The experimental work described in the paper is disappointing, in that the
original cavity system apparently had a Q of something like 100,000, but their
system only has a Q of 50, because it's mistuned for the microwave oven
magnetron they're using. ("Unfortunately, the absorption peak at the resonance
we were aiming at was smaller then expected (probably also due to
misalignments after soldering).") The highest thrust reported by anybody with
this is 720 mN, but that was in air. They're almost four orders of magnitude
below that, in vacuum. For reference, the ion thrusters on the Dawn spacecraft
deliver 90mN.

If they had hardware that generated 720mN in air, and tried that in hard
vacuum, that would be useful. (In air, all sorts of things, such as heating or
electrostatic repulsion, can generate air movement and thus tiny amounts of
thrust.

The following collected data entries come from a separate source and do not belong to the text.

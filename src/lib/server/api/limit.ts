import { RateLimiterMemory, RateLimiterRes } from 'rate-limiter-flexible';
import { AppError } from '../errors';
import type { Actor } from '../policy';
import { settings } from '../settings';

let limiter: { perMinute: number; memory: RateLimiterMemory } | undefined;

function memory(): RateLimiterMemory {
	const perMinute = settings().API_LIMIT_PER_MINUTE;
	if (limiter?.perMinute !== perMinute)
		limiter = { perMinute, memory: new RateLimiterMemory({ points: perMinute, duration: 60 }) };
	return limiter.memory;
}

/** Counts a person's direct calls to the engine; the computer is everybody's. */
export async function limitEngineCalls(actor: Actor): Promise<void> {
	try {
		await memory().consume(actor.userId);
	} catch (caught) {
		if (!(caught instanceof RateLimiterRes)) throw caught;
		const retryAfterS = Math.max(1, Math.ceil(caught.msBeforeNext / 1000));
		throw new AppError(
			'too-many-requests',
			`At most ${settings().API_LIMIT_PER_MINUTE} direct calls to the engine a minute and person. Try again in ${retryAfterS} s.`,
			{ data: { retryAfterS } }
		);
	}
}
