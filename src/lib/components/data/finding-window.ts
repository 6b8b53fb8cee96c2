/** The part of a long list of findings that is drawn: a sheet of twenty thousand doubtful cells must stay as quick as one of ten. */
export interface Window {
	from: number;
	to: number;
}

export const WINDOW = 80;
const BEFORE = 20;

/** Kept within the list, and never empty while the list is not. */
export function clampWindow({ from, to }: Window, length: number): Window {
	const first = Math.max(0, Math.min(from, length - Math.min(WINDOW, length)));
	return { from: first, to: Math.min(length, Math.max(to, first + WINDOW)) };
}

/** The window that shows this place; the same one where it does already. */
export function windowAt(place: number, now: Window, length: number): Window {
	if (place >= now.from && place < now.to) return now;
	const from = Math.max(0, place - BEFORE);
	return clampWindow({ from, to: from + WINDOW }, length);
}

export const earlier = ({ from, to }: Window): Window => ({ from: Math.max(0, from - WINDOW), to });
export const further = ({ from, to }: Window): Window => ({ from, to: to + WINDOW });
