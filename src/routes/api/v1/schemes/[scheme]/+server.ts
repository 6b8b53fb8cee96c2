import type { RequestEvent } from './$types';
import { answer, readJson, requireVersion } from '$lib/server/api/request';
import { changedScheme, contentOf } from '$lib/server/api/scheme-body';
import { requireActor } from '$lib/server/hooks/actor';
import { api } from '$lib/server/http';
import { readScheme } from '$lib/server/studies/read-scheme';
import { saveScheme } from '$lib/server/studies/save-scheme';

export const GET = api(async (event: RequestEvent) => {
	const view = await readScheme(requireActor(event), event.params.scheme);
	return answer(view, { version: view.version });
});

export const PATCH = api(async (event: RequestEvent) => {
	const actor = requireActor(event);
	const body = await readJson(event.request, changedScheme);
	const saved = await saveScheme(actor, {
		schemeId: event.params.scheme,
		version: requireVersion(event.request.headers, body.version),
		content: contentOf(body),
		name: body.name
	});
	return answer(saved, { version: saved.version });
});
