import type { z } from 'zod';
import { AppError } from '../errors';

type Incoming = Pick<Request, 'headers' | 'json'>;

/** The body as JSON of this schema; a ZodError names the field that does not fit. */
export async function readJson<S extends z.ZodType>(request: Incoming, schema: S): Promise<z.infer<S>> {
	let body: unknown;
	try {
		body = await request.json();
	} catch (caught) {
		if (caught instanceof SyntaxError)
			throw new AppError('invalid', `The body is not valid JSON: ${caught.message}.`);
		throw caught;
	}
	return schema.parse(body);
}

/** Version that an If-Match header names: "3", 3 or W/"3". */
export function ifMatch(headers: Headers): number | null {
	const given = headers.get('if-match')?.trim();
	if (given === undefined) return null;
	const match = /^(?:W\/)?"?(\d{1,9})"?$/.exec(given);
	if (match) return Number(match[1]);
	throw new AppError(
		'precondition-failed',
		`If-Match names one version of the record, for example If-Match: "3"; found ${given.slice(0, 40)}.`
	);
}

/** The version that a write was made on, from If-Match or from the body; a write without one is refused. */
export function requireVersion(headers: Headers, inBody?: number): number {
	const version = ifMatch(headers) ?? inBody;
	if (version === undefined)
		throw new AppError(
			'precondition-required',
			'Name the version that you read: send If-Match: "<version>" with the "version" of the record.'
		);
	return version;
}

/** A number from the query string within its bounds, or the default. */
export function queryNumber(url: URL, name: string, standard: number, [low, high]: [number, number]): number {
	const text = url.searchParams.get(name);
	if (text === null || text === '') return standard;
	const value = Number(text);
	if (Number.isInteger(value) && value >= low && value <= high) return value;
	const message = `${name} must be a whole number from ${low} to ${high}; found ${text.slice(0, 40)}.`;
	throw new AppError('invalid', message, { fields: [{ field: name, message }] });
}

/** JSON answer with status, place and version of what was made or read. */
export function answer(
	body: unknown,
	options: { status?: number; location?: string; version?: number } = {}
): Response {
	const headers: Record<string, string> = { 'cache-control': 'no-store' };
	if (options.location) headers.location = options.location;
	if (options.version !== undefined) headers.etag = `"${options.version}"`;
	return Response.json(body, { status: options.status ?? 200, headers });
}
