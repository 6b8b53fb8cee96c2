/** Sends sheets to the service, one after the other, and says in words what came of each. */
import type { Problem } from '$lib/server/http';

export interface UploadOutcome {
	fileName: string;
	/** Id of the sheet, new or the one that was there. */
	id: string | null;
	/** Words where the same bytes were read before. */
	duplicate: string | null;
	/** Why it was refused. */
	refused: string | null;
}

interface Answer {
	id: string;
	fileName: string;
	duplicateOf: { message: string } | null;
}

const failed = (fileName: string, refused: string): UploadOutcome => ({
	fileName,
	id: null,
	duplicate: null,
	refused
});

export async function uploadSheet(studyId: string, file: File, signal: AbortSignal): Promise<UploadOutcome> {
	const form = new FormData();
	form.set('file', file, file.name);
	try {
		const response = await fetch(`/api/v1/studies/${studyId}/sheets`, { method: 'POST', body: form, signal });
		const body: unknown = await response.json();
		if (!response.ok) return failed(file.name, (body as Problem).detail);
		const { id, fileName, duplicateOf } = body as Answer;
		return { fileName, id, duplicate: duplicateOf?.message ?? null, refused: null };
	} catch (caught) {
		if (signal.aborted) return failed(file.name, 'Called off; nothing was stored.');
		return failed(
			file.name,
			caught instanceof SyntaxError
				? 'The service gave no readable answer. Try again; if it stays so, tell your admin.'
				: 'There is no connection to the service. Try again when it is back.'
		);
	}
}

/** A table copied in a spreadsheet program comes as text with tabs; a picture or a single word is none. */
export function pastedTable(text: string): File | null {
	const lines = text.split(/\r\n|\r|\n/).filter((line) => line.trim() !== '');
	if (lines.length < 2 || !lines.some((line) => /[\t;,]/.test(line))) return null;
	return new File([text], 'pasted-table.txt', { type: 'text/plain' });
}
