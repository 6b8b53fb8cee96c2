import { columnLetter } from '$lib/assay/grid';
import { unitText } from '$lib/client/numbers';
import { isFitted, type Fittable, type Quantity } from '$lib/schemas/quantity';
import type { AssayValue } from '$lib/schemas/run';

export const quantityText = (q: Quantity): string => `${q.value} ${unitText(q.unit)}`;

/** "0.5 mol/L", or that the fit is to find it. */
export function fittableText(f: Fittable): string {
	if (!isFitted(f)) return quantityText(f);
	return f.guess ? `to be fitted, from ${quantityText(f.guess)}` : 'to be fitted';
}

/** "row 9", or "column D" of a sheet whose times run across. */
export const sourceWords = (source: { row: number; column?: number }): string =>
	source.column ? `column ${columnLetter(source.column)}` : `row ${source.row}`;

export function valueText(value: AssayValue | undefined): string {
	if (value === null || value === undefined) return '–';
	if (typeof value === 'number') return String(value).replace('-', '\u2212');
	return 'below' in value ? `< ${value.below}` : `> ${value.above}`;
}

const decimalsOf = (text: string): number => /\.(\d+)$/.exec(text)?.[1].length ?? 0;

/** Most decimals among the values of a column, with which `alignedText` puts their decimal signs under each other. */
export const mostDecimals = (values: Iterable<AssayValue | undefined>): number => {
	let most = 0;
	for (const value of values) most = Math.max(most, decimalsOf(valueText(value)));
	return most;
};

/** A value at the right of its column with room for the decimals that it lacks: digits and sign as wide as printed ones. */
export function alignedText(value: AssayValue | undefined, decimals: number): string {
	const text = valueText(value);
	const own = decimalsOf(text);
	// A figure space is as wide as a digit in tabular figures, a punctuation space as the point.
	const point = own === 0 && decimals > 0 ? '\u2008' : '';
	return text + point + '\u2007'.repeat(Math.max(0, decimals - own));
}

/** What a revision changed, for a person: quantities and lists in words, never raw records. */
export function changeText(value: unknown): string {
	if (value === null || value === undefined) return 'nothing';
	if (typeof value === 'boolean') return value ? 'yes' : 'no';
	if (typeof value === 'string' || typeof value === 'number') return String(value);
	if (typeof value !== 'object') return JSON.stringify(value);
	if ('value' in value && 'unit' in value) return quantityText(value as Quantity);
	if ('fit' in value) return fittableText(value as Fittable);
	if ('below' in value || 'above' in value) return valueText(value as AssayValue);
	if (Array.isArray(value)) return value.length === 1 ? changeText(value[0]) : `${value.length} entries`;
	return Object.entries(value)
		.map(([key, inner]) => `${key} ${changeText(inner)}`)
		.join(', ');
}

So results in air are not too interesting.)

[1] [http://moscow.sci-
hub.bz/ded43880657f12f27fc596f46abbbfe6/10...](http://moscow.sci-
hub.bz/ded43880657f12f27fc596f46abbbfe6/10.2514@6.2015-4083.pdf)

------
cryled
Paper cited by article does not confirm it works: "Our test compaign therefore
cannnot confirm nor refute the claims of the EMDrive but intends to
independantly assess possible side-effects in the measurement methods used so
far"

[http://forum.nasaspaceflight.com/index.php?topic=38577.msg14...](http://forum.nasaspaceflight.com/index.php?topic=38577.msg1440938#msg1440938)

Wondering why didn't NASA send a EMDrive to space already and just see if it
works or not on real conditions instead of testing it on a laboratory?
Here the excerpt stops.